眾人驚呼著上前攙扶,卻見她雙目緊閉,氣息微弱,生死不知。
而楊嫣然望著地上蜷縮的周思妤,對方鬢發散亂,藕荷色裙擺染著血漬,氣息微弱得似要隨時斷絕。
她非但毫無愧疚,反倒帶著快意冷聲道:“早知今日,當初就不該對不屬於自己的人和事,存不該有的心思。”
“欺人太甚!”
周父氣得發抖,腰間玉帶被攥得泛白。
周母撲到女兒身邊,撫著她冰涼的臉頰落淚,周家子弟更是擼起袖口要衝上前,誓要與楊嫣然拚命。

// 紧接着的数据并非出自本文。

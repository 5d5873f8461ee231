// Curves to polylines with a bounded chord error (sagitta). For a circular arc of radius r split
// into steps of angle a, the sagitta is r(1 - cos(a/2)) (circle geometry, closed form), so
// a = 2 acos(1 - s/r) keeps every chord within s of the arc. Bulge = tan(theta/4) (DXF reference).
// SPLINE: de Boor's algorithm (C. de Boor, "On calculating with B-splines", J. Approx. Theory 1972),
// sampled by recursive midpoint subdivision until the chord error is within tolerance.

const MAX_STEPS_PER_CURVE = 4096;
const TWO_PI = Math.PI * 2;

/**
 * Sweep from angle a0 to a1 counter-clockwise, in (0, 2π] when a1 <= a0 (a larger positive
 * difference is kept); NaN when either angle is not finite. Closed form, so a huge angle from a
 * damaged file cannot stall the loop that added 2π until the sweep was positive.
 */
export function ccwSweep(a0: number, a1: number): number {
  const s = a1 - a0;
  if (!Number.isFinite(s)) return NaN;
  return s > 0 ? s : (s % TWO_PI) + TWO_PI;
}

/** Number of equal steps for an arc of radius r and sweep |sweep| so the sagitta is <= tol. */
export function arcSteps(radius: number, sweep: number, tol: number): number {
  const a = Math.abs(sweep);
  if (!(radius > 0) || !(a > 0)) return 1;
  const maxStep = tol >= radius ? Math.PI / 2 : 2 * Math.acos(1 - tol / radius);
  const n = Math.ceil(a / Math.min(maxStep, Math.PI / 2) - 1e-9);
  return Math.max(1, Math.min(MAX_STEPS_PER_CURVE, n));
}

/**
 * Points along a circular arc from angle a0 sweeping `sweep` radians (sign = direction),
 * appended to `out` as x,y pairs. The start point is included only when includeStart.
 */
export function pushArc(
  out: number[], cx: number, cy: number, r: number, a0: number, sweep: number, tol: number, includeStart: boolean,
): void {
  const n = arcSteps(r, sweep, tol);
  const step = sweep / n;
  for (let i = includeStart ? 0 : 1; i <= n; i++) {
    const t = a0 + step * i;
    out.push(cx + r * Math.cos(t), cy + r * Math.sin(t));
  }
}

/** Circle as a closed ring (counter-clockwise, first point not repeated). */
export function circleRing(cx: number, cy: number, r: number, tol: number): number[] {
  const n = Math.max(8, arcSteps(r, TWO_PI, tol));
  const out: number[] = [];
  for (let i = 0; i < n; i++) {
    const t = (TWO_PI * i) / n;
    out.push(cx + r * Math.cos(t), cy + r * Math.sin(t));
  }
  return out;
}

/**
 * The bulged segment from (x0,y0) to (x1,y1): appends the intermediate points and the end point.
 * bulge = tan(included angle / 4), positive counter-clockwise (DXF reference, LWPOLYLINE group 42).
 */
export function pushBulge(out: number[], x0: number, y0: number, x1: number, y1: number, bulge: number, tol: number): void {
  const dx = x1 - x0;
  const dy = y1 - y0;
  const chord = Math.hypot(dx, dy);
  if (bulge === 0 || !Number.isFinite(bulge) || chord === 0) {
    out.push(x1, y1);
    return;
  }
  const theta = 4 * Math.atan(bulge); // signed included angle
  const r = chord / (2 * Math.abs(Math.sin(theta / 2)));
  // centre lies on the chord's perpendicular bisector at signed distance d = (chord/2) / tan(theta/2)
  const d = chord / 2 / Math.tan(theta / 2);
  const mx = (x0 + x1) / 2;
  const my = (y0 + y1) / 2;
  const cx = mx - (dy / chord) * d;
  const cy = my + (dx / chord) * d;
  const a0 = Math.atan2(y0 - cy, x0 - cx);
  const n = arcSteps(r, theta, tol);
  const step = theta / n;
  for (let i = 1; i < n; i++) {
    const t = a0 + step * i;
    out.push(cx + r * Math.cos(t), cy + r * Math.sin(t));
  }
  out.push(x1, y1);
}

/** Ellipse arc: centre, major-axis end point (relative), ratio minor/major, parameters t0..t1 (radians). */
export function ellipsePoints(
  cx: number, cy: number, mx: number, my: number, ratio: number, t0: number, t1: number, tol: number,
): { points: number[]; closed: boolean } {
  const a = Math.hypot(mx, my);
  const b = a * ratio;
  let sweep = ccwSweep(t0, t1);
  if (Number.isNaN(sweep)) return { points: [], closed: false };
  const closed = Math.abs(sweep - TWO_PI) < 1e-9 || sweep > TWO_PI;
  if (closed) sweep = TWO_PI;
  // in the parameter t the chord error is a*dt^2/8 at worst (at the major-axis ends the curvature
  // radius is b^2/a and the tangent turns a/b per unit t), the same as a circle of radius a
  const n = Math.max(closed ? 8 : 1, arcSteps(Math.max(a, 1e-12), sweep, tol));
  const ux = a > 0 ? mx / a : 1;
  const uy = a > 0 ? my / a : 0;
  const out: number[] = [];
  const last = closed ? n - 1 : n;
  for (let i = 0; i <= last; i++) {
    const t = t0 + (sweep * i) / n;
    const c = Math.cos(t) * a;
    const s = Math.sin(t) * b;
    out.push(cx + ux * c - uy * s, cy + uy * c + ux * s);
  }
  return { points: out, closed };
}

/** Evaluate a non-rational B-spline of degree p at parameter u (de Boor). ctrl: x,y pairs. */
export function deBoor(p: number, knots: ArrayLike<number>, ctrl: ArrayLike<number>, u: number, work: Float64Array): [number, number] {
  const nCtrl = ctrl.length / 2;
  // knot span k with knots[k] <= u < knots[k+1], clamped to the valid range [p, nCtrl-1]
  let k = p;
  while (k < nCtrl - 1 && knots[k + 1] <= u) k++;
  for (let j = 0; j <= p; j++) {
    work[2 * j] = ctrl[2 * (j + k - p)];
    work[2 * j + 1] = ctrl[2 * (j + k - p) + 1];
  }
  for (let r = 1; r <= p; r++) {
    for (let j = p; j >= r; j--) {
      const i = j + k - p;
      const den = knots[i + p - r + 1] - knots[i];
      const alpha = den === 0 ? 0 : (u - knots[i]) / den;
      work[2 * j] = (1 - alpha) * work[2 * j - 2] + alpha * work[2 * j];
      work[2 * j + 1] = (1 - alpha) * work[2 * j - 1] + alpha * work[2 * j + 1];
    }
  }
  return [work[2 * p], work[2 * p + 1]];
}

/** Sample a B-spline so every chord is within tol of the curve (checked at chord midpoints). */
export function splinePoints(p: number, knots: ArrayLike<number>, ctrl: ArrayLike<number>, tol: number): number[] {
  const nCtrl = ctrl.length / 2;
  const u0 = knots[p];
  const work = new Float64Array(2 * (p + 1));
  const out: number[] = [];
  const [sx, sy] = deBoor(p, knots, ctrl, u0, work);
  out.push(sx, sy);
  // seed with the distinct knot values so each polynomial piece is sampled at least once
  const seeds: number[] = [u0];
  for (let i = p + 1; i <= nCtrl; i++) if (knots[i] > seeds[seeds.length - 1]) seeds.push(knots[i]);
  let budget = MAX_STEPS_PER_CURVE * 4;
  const refine = (ua: number, ax: number, ay: number, ub: number, bx: number, by: number, depth: number): void => {
    const um = (ua + ub) / 2;
    const [mx, my] = deBoor(p, knots, ctrl, um, work);
    const qx = (ax + bx) / 2;
    const qy = (ay + by) / 2;
    // also probe the quarter points: a piece can be symmetric about its midpoint
    const uq = (ua + um) / 2;
    const [q1x, q1y] = deBoor(p, knots, ctrl, uq, work);
    const dq = Math.hypot(q1x - (ax * 3 + bx) / 4, q1y - (ay * 3 + by) / 4);
    if (depth < 24 && budget > 0 && (Math.hypot(mx - qx, my - qy) > tol || dq > tol)) {
      budget--;
      refine(ua, ax, ay, um, mx, my, depth + 1);
      refine(um, mx, my, ub, bx, by, depth + 1);
    } else {
      out.push(bx, by);
    }
  };
  let ax = sx;
  let ay = sy;
  for (let i = 1; i < seeds.length; i++) {
    const ub = seeds[i];
    const [bx, by] = deBoor(p, knots, ctrl, ub, work);
    refine(seeds[i - 1], ax, ay, ub, bx, by, 0);
    ax = bx;
    ay = by;
  }
  return out;
}

/**
 * Global curve interpolation through fit points: a B-spline of degree p through every point, with
 * chord-length parameters and knots by averaging (Piegl & Tiller, "The NURBS Book", 2nd ed., 1997,
 * §9.2.1, eqs. 9.5 and 9.8, Algorithm A9.1). Returns knots and control points (x,y pairs), or null
 * when the points are too many for the dense solve or degenerate.
 */
export function interpolateFitPoints(fit: ArrayLike<number>, degree = 3): { p: number; knots: Float64Array; ctrl: Float64Array } | null {
  const m = fit.length / 2; // number of points, n + 1
  if (m < 2 || m > 400 || !Number.isInteger(degree) || degree < 1) return null;
  const p = Math.min(degree, m - 1);
  const n = m - 1;
  const u = new Float64Array(m);
  let total = 0;
  for (let k = 1; k < m; k++) total += Math.hypot(fit[2 * k] - fit[2 * k - 2], fit[2 * k + 1] - fit[2 * k - 1]);
  if (!(total > 0)) return null;
  for (let k = 1; k < m; k++) u[k] = u[k - 1] + Math.hypot(fit[2 * k] - fit[2 * k - 2], fit[2 * k + 1] - fit[2 * k - 1]) / total;
  u[n] = 1;
  const knots = new Float64Array(m + p + 1);
  for (let j = 0; j <= p; j++) knots[m + j] = 1;
  for (let j = 1; j <= n - p; j++) {
    let s = 0;
    for (let i = j; i <= j + p - 1; i++) s += u[i];
    knots[j + p] = s / p;
  }
  // A[k][i] = N_{i,p}(u_k)
  const A = Array.from({ length: m }, () => new Float64Array(m));
  const N = new Float64Array(p + 1);
  for (let k = 0; k < m; k++) {
    const span = findSpan(n, p, u[k], knots);
    basisFuns(span, u[k], p, knots, N);
    for (let j = 0; j <= p; j++) A[k][span - p + j] = N[j];
  }
  const bx = new Float64Array(m), by = new Float64Array(m);
  for (let k = 0; k < m; k++) { bx[k] = fit[2 * k]; by[k] = fit[2 * k + 1]; }
  if (!solveInPlace(A, bx, by)) return null;
  const ctrl = new Float64Array(2 * m);
  for (let i = 0; i < m; i++) { ctrl[2 * i] = bx[i]; ctrl[2 * i + 1] = by[i]; }
  return { p, knots, ctrl };
}

/** Knot span index for u (The NURBS Book, Algorithm A2.1). */
function findSpan(n: number, p: number, u: number, U: ArrayLike<number>): number {
  if (u >= U[n + 1]) return n;
  let lo = p, hi = n + 1;
  let mid = (lo + hi) >> 1;
  while (u < U[mid] || u >= U[mid + 1]) {
    if (u < U[mid]) hi = mid; else lo = mid;
    mid = (lo + hi) >> 1;
  }
  return mid;
}

/** The p+1 non-zero basis functions at u (The NURBS Book, Algorithm A2.2). */
function basisFuns(i: number, u: number, p: number, U: ArrayLike<number>, N: Float64Array): void {
  const left = new Float64Array(p + 1), right = new Float64Array(p + 1);
  N[0] = 1;
  for (let j = 1; j <= p; j++) {
    left[j] = u - U[i + 1 - j];
    right[j] = U[i + j] - u;
    let saved = 0;
    for (let r = 0; r < j; r++) {
      const temp = N[r] / (right[r + 1] + left[j - r]);
      N[r] = saved + right[r + 1] * temp;
      saved = left[j - r] * temp;
    }
    N[j] = saved;
  }
}

/** Gaussian elimination with partial pivoting on A x = b for two right-hand sides, in place. */
function solveInPlace(A: Float64Array[], b1: Float64Array, b2: Float64Array): boolean {
  const m = A.length;
  for (let c = 0; c < m; c++) {
    let piv = c;
    for (let r = c + 1; r < m; r++) if (Math.abs(A[r][c]) > Math.abs(A[piv][c])) piv = r;
    if (Math.abs(A[piv][c]) < 1e-14) return false;
    if (piv !== c) {
      [A[piv], A[c]] = [A[c], A[piv]];
      [b1[piv], b1[c]] = [b1[c], b1[piv]];
      [b2[piv], b2[c]] = [b2[c], b2[piv]];
    }
    for (let r = c + 1; r < m; r++) {
      const f = A[r][c] / A[c][c];
      if (f === 0) continue;
      for (let k = c; k < m; k++) A[r][k] -= f * A[c][k];
      b1[r] -= f * b1[c];
      b2[r] -= f * b2[c];
    }
  }
  for (let r = m - 1; r >= 0; r--) {
    let s1 = b1[r], s2 = b2[r];
    for (let k = r + 1; k < m; k++) { s1 -= A[r][k] * b1[k]; s2 -= A[r][k] * b2[k]; }
    b1[r] = s1 / A[r][r];
    b2[r] = s2 / A[r][r];
  }
  return true;
}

這時楊嫣然才慌了,尖利喊道:“我是勇毅侯府少夫人!你們敢動我,就是與侯府為敵!”
喊聲引來周圍食客,眾人紛紛指指點點。
另一邊,紹雲崢得知消息後快馬加鞭趕來,卻還是晚了。
他見周思妤額頭流血、生死未卜,又從旁人口中弄清緣由,怒火中燒,當即扇了楊嫣然一巴掌。
“啪”的一聲,周圍瞬間安靜。
楊嫣然捂著臉,紅著眼哭罵:“我是你妻子!你怎能為外人打我!”
“妻子?”
紹雲崢聲音淬了冰:“你也配?不過幾封早年問候信,你卻危言聳聽毀她婚事,還逼得她險些喪命!
你這般歹毒,就不怕遭報應?這麼鬨下去,又能得到什麼好處?”
楊嫣然當眾受辱,麵對周家人的怒視,身邊隻有兩個粗陋丫鬟,又惱又怕地轉身往樓下跑。
慌亂中被樓板縫隙勾住腳,從二樓摔了下去。